After a murder like that, the killer would be frightened, running. Ozan sprinted toward the door, lengthening his strides to appear taller. He already wore shoes a size too large. The inserts crammed against his toes made it easy to run in them.

Bending, he swept away the prints of the third man, the one who’d stood and watched the target and the room. If the body were ever found, he didn’t want things to be complicated. Whoever that man was, he was lucky.

Ozan smashed the lantern against the wall, and it went dark. Then he headed for the outside by the shortest route, making sure to step in the dirt to leave a good print here and there. If it ever came to it, the police should be able to track the panicked killer aboveground.

Soon he’d be outside. He took off his gloves, carefully turning them inside out and tying the ends closed.

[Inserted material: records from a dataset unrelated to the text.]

package terrain

import (
	"iter"
	"math"

	"github.com/paulmach/orb"

	"ridgehop/internal/raster"
)

// mosaic is a set of rasters on one pixel grid, which do not overlap by more
// than a shared row or column. Pixels are counted over the whole grid: the
// centre of column i lies at left + (i+0.5)*pixelX, of row j at
// top - (j+0.5)*pixelY.
type mosaic struct {
	crs    raster.CRS
	source *source
	grid   raster.Grid
	turn   int // columns in 360 degrees; 0 where the grid does not close
	pixelM float64
	bound  orb.Bound // longitude and latitude
	tiles  []tile
	index  map[cell][]int32 // tiles that touch a cell
	*projectors
}

// tile is one raster's place in its mosaic: its first pixel's column and row.
type tile struct {
	*entry
	i, j int
}

// cell is a square of the mosaic's index.
type cell struct{ i, j int }

// cellPixels is the side of a cell: a one-degree tile of 1" touches four.
const cellPixels = 4096

func cellOf(i, j int) cell { return cell{floorDiv(i, cellPixels), floorDiv(j, cellPixels)} }

func floorDiv(a, b int) int {
	q := a / b
	if a%b < 0 {
		q--
	}
	return q
}

// contains reports whether pixel (i, j) of the mosaic belongs to the tile.
func (t tile) contains(i, j int) bool {
	return i >= t.i && j >= t.j && i < t.i+t.info.Width && j < t.j+t.info.Height
}

func newMosaic(e *entry, own *projectors) *mosaic {
	m := &mosaic{
		crs: e.info.CRS, source: e.source, grid: e.info.Grid, pixelM: e.PixelM, bound: e.Bound,
		index: map[cell][]int32{}, projectors: own,
	}
	if m.crs.Geographic {
		if columns := 360 / m.grid.PixelX; math.Abs(columns-math.Round(columns)) < gridTolerance {
			m.turn = int(math.Round(columns))
		}
	}
	m.add(e, 0, 0)
	return m
}

// gridTolerance is how far, in pixels, two grids may be apart and still be one:
// producers' rounding, far below what moves a height.
const gridTolerance = 1e-3

// accept adds the raster if it lies on the mosaic's grid and overlaps none of
// its tiles by more than a shared row or column.
func (m *mosaic) accept(e *entry) bool {
	g := e.info.Grid
	sameSystem := m.source == e.source && (m.crs.WKT == e.info.CRS.WKT || m.crs.EPSG != 0 && m.crs.EPSG == e.info.CRS.EPSG)
	if !sameSystem || !sameStep(m.grid.PixelX, g.PixelX) || !sameStep(m.grid.PixelY, g.PixelY) {
		return false
	}
	i := (g.Left - m.grid.Left) / m.grid.PixelX
	j := (m.grid.Top - g.Top) / m.grid.PixelY
	if math.Abs(i-math.Round(i)) > gridTolerance || math.Abs(j-math.Round(j)) > gridTolerance {
		return false
	}
	column, row := m.wrapped(int(math.Round(i))), int(math.Round(j))
	if m.overlaps(column, row, e.info) {
		return false
	}
	m.add(e, column, row)
	return true
}

// sameStep holds two pixel sizes equal if a million pixels of each end within
// a hundredth of a pixel of one another.
func sameStep(a, b float64) bool { return math.Abs(a-b) <= 1e-8*a }

// wrapped brings a column into the one turn that the mosaic counts.
func (m *mosaic) wrapped(i int) int {
	if m.turn == 0 {
		return i
	}
	return i - m.turn*floorDiv(i, m.turn)
}

func (m *mosaic) overlaps(i, j int, info raster.Info) bool {
	for n := range m.near(i, j, info) {
		t := m.tiles[n]
		width := min(i+info.Width, t.i+t.info.Width) - max(i, t.i)
		height := min(j+info.Height, t.j+t.info.Height) - max(j, t.j)
		if width > 1 && height > 1 {
			return true
		}
	}
	return false
}

func (m *mosaic) add(e *entry, i, j int) {
	n := int32(len(m.tiles)) // #nosec G115 -- a folder holds far fewer files
	m.tiles = append(m.tiles, tile{entry: e, i: i, j: j})
	m.bound = m.bound.Union(e.Bound)
	for c := range cells(i, j, i+e.info.Width-1, j+e.info.Height-1) {
		m.index[c] = append(m.index[c], n)
	}
}

// near yields the tiles that share a cell of the index with a raster at (i, j).
func (m *mosaic) near(i, j int, info raster.Info) iter.Seq[int32] {
	return func(yield func(int32) bool) {
		for c := range cells(i, j, i+info.Width-1, j+info.Height-1) {
			for _, n := range m.index[c] {
				if !yield(n) {
					return
				}
			}
		}
	}
}

// cells yields the cells that a rectangle of pixels touches.
func cells(i0, j0, i1, j1 int) iter.Seq[cell] {
	return func(yield func(cell) bool) {
		first, last := cellOf(i0, j0), cellOf(i1, j1)
		for i := first.i; i <= last.i; i++ {
			for j := first.j; j <= last.j; j++ {
				if !yield(cell{i, j}) {
					return
				}
			}
		}
	}
}

// tilesAt appends the tiles that hold pixel (i, j): one, or up to four on
// shared rows and columns. i may count any number of turns.
func (m *mosaic) tilesAt(i, j int, found []int32) []int32 {
	i = m.wrapped(i)
	for range 2 {
		for _, n := range m.index[cellOf(i, j)] {
			if m.tiles[n].contains(i, j) {
				found = append(found, n)
			}
		}
		if m.turn == 0 {
			break
		}
		i += m.turn // a tile may begin before the turn's end and reach beyond it
	}
	return found
}
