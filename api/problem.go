package api

import (
	"context"
	"errors"
	"fmt"
	"net/http"
	"strings"

	"github.com/labstack/echo/v4"

	"ridgehop/internal/assess"
	"ridgehop/internal/screening/intake"
	"ridgehop/internal/screening/sites"
	"ridgehop/internal/store"
)

// problemKind is a kind of problem: what a Problem's type, title and status
// say. Its name is part of the contract.
type problemKind struct {
	name   string
	title  string
	status int
	// meaning is what the page of the contract says about it.
	meaning string
}

var (
	malformed   = problemKind{"malformed-json", "The body is not JSON", http.StatusBadRequest, "The body cannot be read as one JSON document; the detail says where."}
	badRequest  = problemKind{"bad-request", "The request cannot be understood", http.StatusBadRequest, "A part of the request other than its body is not what the contract says."}
	notFound    = problemKind{"not-found", "There is nothing here", http.StatusNotFound, "No resource has this address or id."}
	notAllowed  = problemKind{"method-not-allowed", "This cannot be done here", http.StatusMethodNotAllowed, "The resource exists, but not for this method."}
	conflict    = problemKind{"conflict", "This does not go together with what is there", http.StatusConflict, "A name or an id is taken, or an entry is not one's own to take away."}
	changed     = problemKind{"precondition-failed", "This is not what it was", http.StatusPreconditionFailed, "If-Match names another state than the one that is kept: somebody changed it, or took it away. Read it again before changing it. Nothing was changed."}
	tooLarge    = problemKind{"too-large", "The body is too large", http.StatusRequestEntityTooLarge, "The detail names the limit."}
	mediaType   = problemKind{"unsupported-media-type", "The body is of the wrong type", http.StatusUnsupportedMediaType, "Send JSON as application/json; a list as its address says, text/csv or application/geo+json."}
	invalid     = problemKind{"invalid-request", "The request does not hold together", http.StatusUnprocessableEntity, "The errors name each field at fault and what would be right."}
	badList     = problemKind{"unreadable-list", "The list cannot be read", http.StatusUnprocessableEntity, "The list as a whole cannot be read, or not to its end; the detail says where and what would be right. Nothing of it was kept."}
	notReloaded = problemKind{"rasters-not-reloaded", "The rasters could not be loaded anew; those in use stay", http.StatusUnprocessableEntity, "The catalogue or a folder cannot be used as it stands; the detail says what is wrong. Answers go on with the rasters in use."}
	internal    = problemKind{"internal", "Something failed here", http.StatusInternalServerError, "The fault is the server's; its log has the request's id."}
	unreadable  = problemKind{"raster-unreadable", "A raster could not be read", http.StatusServiceUnavailable, "The detail names it. Nothing was judged, since a part of the terrain is missing."}
	unavailable = problemKind{"storage-unavailable", "The answer could not be stored", http.StatusServiceUnavailable, "The data directory is full, read-only or locked; try again when that has changed."}
	overloaded  = problemKind{"overloaded", "Too much at once", http.StatusServiceUnavailable, "Too many requests are under way; try again after the time that Retry-After says."}
	tooSlow     = problemKind{"timed-out", "It took too long", http.StatusServiceUnavailable, "The request was given up after its time limit."}
)

// problemKinds lists them for the page of the contract.
func problemKinds() []problemKind {
	return []problemKind{malformed, badRequest, notFound, notAllowed, conflict, changed, tooLarge, mediaType, invalid, badList, notReloaded, internal, unreadable, unavailable, overloaded, tooSlow}
}

// ProblemError is a problem document as an error.
type ProblemError struct {
	Problem
}

func (e *ProblemError) Error() string { return e.Title + ": " + e.Detail }

func (k problemKind) problem(format string, args ...any) *ProblemError {
	return &ProblemError{Problem{
		Type: "/docs#problem-" + k.name, Title: k.title, Status: int32(k.status), Detail: fmt.Sprintf(format, args...),
	}}
}

// withErrors adds the fields at fault, and says them all in the detail.
func (e *ProblemError) withErrors(fields []FieldError) *ProblemError {
	e.Errors = &fields
	return e
}

// problemOf is the table of errors: what a caller is told for each.
func problemOf(err error) *ProblemError {
	var (
		ready      *ProblemError
		request    *assess.InvalidError
		raster     *assess.UnreadableError
		list       *intake.ListError
		long       *intake.TooManyRowsError
		large      *http.MaxBytesError
		fromRouter *echo.HTTPError
	)
	switch {
	case errors.As(err, &ready):
		return ready
	case errors.As(err, &request):
		return invalid.problem("%s", summary(request.Fields)).withErrors(fieldErrors(request.Fields))
	case errors.As(err, &raster):
		return unreadable.problem("%v", raster)
	case errors.Is(err, assess.ErrNoEntry):
		return notFound.problem("Nothing in the register has this name.")
	case errors.Is(err, store.ErrNotFound):
		return notFound.problem("No assessment has this id.")
	case errors.Is(err, assess.ErrNameTaken), errors.Is(err, assess.ErrNotOwn):
		return conflict.problem("%v.", err)
	case errors.As(err, &list):
		return badList.problem("%v.", list)
	case errors.As(err, &long):
		return badList.problem("%v.", long)
	case errors.As(err, &large):
		return tooLarge.problem("A list may have %d bytes.", large.Limit)
	case errors.Is(err, sites.ErrNoSite):
		return notFound.problem("No site has this id.")
	case errors.Is(err, sites.ErrIDTaken):
		return conflict.problem("The id is that of another site; PUT to its address replaces it.")
	case errors.Is(err, sites.ErrChanged):
		return changed.problem("If-Match does not name the site as it is; GET it again.")
	case errors.Is(err, store.ErrUnavailable):
		return unavailable.problem("%v", err)
	case errors.Is(err, context.Canceled):
		return tooSlow.problem("The caller hung up before the answer was ready.")
	case errors.Is(err, context.DeadlineExceeded):
		return tooSlow.problem("The request was given up after %v.", requestTime)
	case errors.As(err, &fromRouter):
		return routerProblem(fromRouter)
	}
	return internal.problem("The fault is the server's; its log has this request's id.")
}

func routerProblem(err *echo.HTTPError) *ProblemError {
	switch err.Code {
	case http.StatusNotFound:
		return notFound.problem("Nothing has this address; /docs lists what has one.")
	case http.StatusMethodNotAllowed:
		return notAllowed.problem("This address exists, but not for this method; the Allow header says for which.")
	case http.StatusRequestEntityTooLarge:
		return tooLarge.problem("A body may have %d bytes.", maxBodyBytes)
	case http.StatusUnsupportedMediaType:
		return mediaType.problem("Send the request as application/json.")
	case http.StatusBadRequest:
		return badRequest.problem("%s", parameterFault(fmt.Sprint(err.Message)))
	}
	return internal.problem("The fault is the server's; its log has this request's id.")
}

// parameterFault puts the generated server's word about a parameter in ours.
func parameterFault(message string) string {
	after, about := strings.CutPrefix(message, "Invalid format for parameter ")
	name, _, named := strings.Cut(after, ":")
	if !about || !named {
		return message
	}
	return fmt.Sprintf("The parameter %s is missing, or does not read as what /docs says it is.", name)
}

func fieldErrors(fields []assess.FieldError) []FieldError {
	out := make([]FieldError, len(fields))
	for i, f := range fields {
		out[i] = FieldError{Pointer: f.Pointer, Detail: f.Detail}
	}
	return out
}

// summary says the first fault in one line, and how many more there are.
func summary(fields []assess.FieldError) string {
	text := fmt.Sprintf("%s %s", fields[0].Pointer, fields[0].Detail)
	if more := len(fields) - 1; more > 0 {
		text += fmt.Sprintf(" (and %d more)", more)
	}
	return text
}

He wiped his face and hands with his antiseptic wipes and secured them all in a paper bag. He’d drop it into a dumpster with his ripped and dirty jacket. He’d be an ordinary man out for a stroll in the early morning quiet. He’d leave the too-large shoes he’d worn for the murder and a few bloody bills next a homeless man who slept near this very exit. Then he could go home.

Contentment filled him. He’d completed his task early, and he’d never killed a man with a hammer before. He’d liked it. If only he had someone to share his joy with, but there was just Erol, and he would never understand. Erol must be protected from this side of his brother, always.

Still, he’d done a good job. As much as he knew that he could demand the rest of his fee and move on, a niggling doubt in the back of his mind told him that he must stay a few more days and search for the papers. He would play with Erol and enjoy the pleasures that New York had to offer.

A bark broke through his concentration. Ozan froze, listening.

Another bark. Someone with a dog was behind him, by the murdered man.

Now he had a difficult decision to make. Should he stick to his original plan and leave, or should he go back?

If the man with the dog was a friend of 523, he might have passed him the classified papers.

Their retrieval wasn’t mandatory, but Ozan liked to be thorough.

He turned around and headed back down the tunnel toward the barking dog.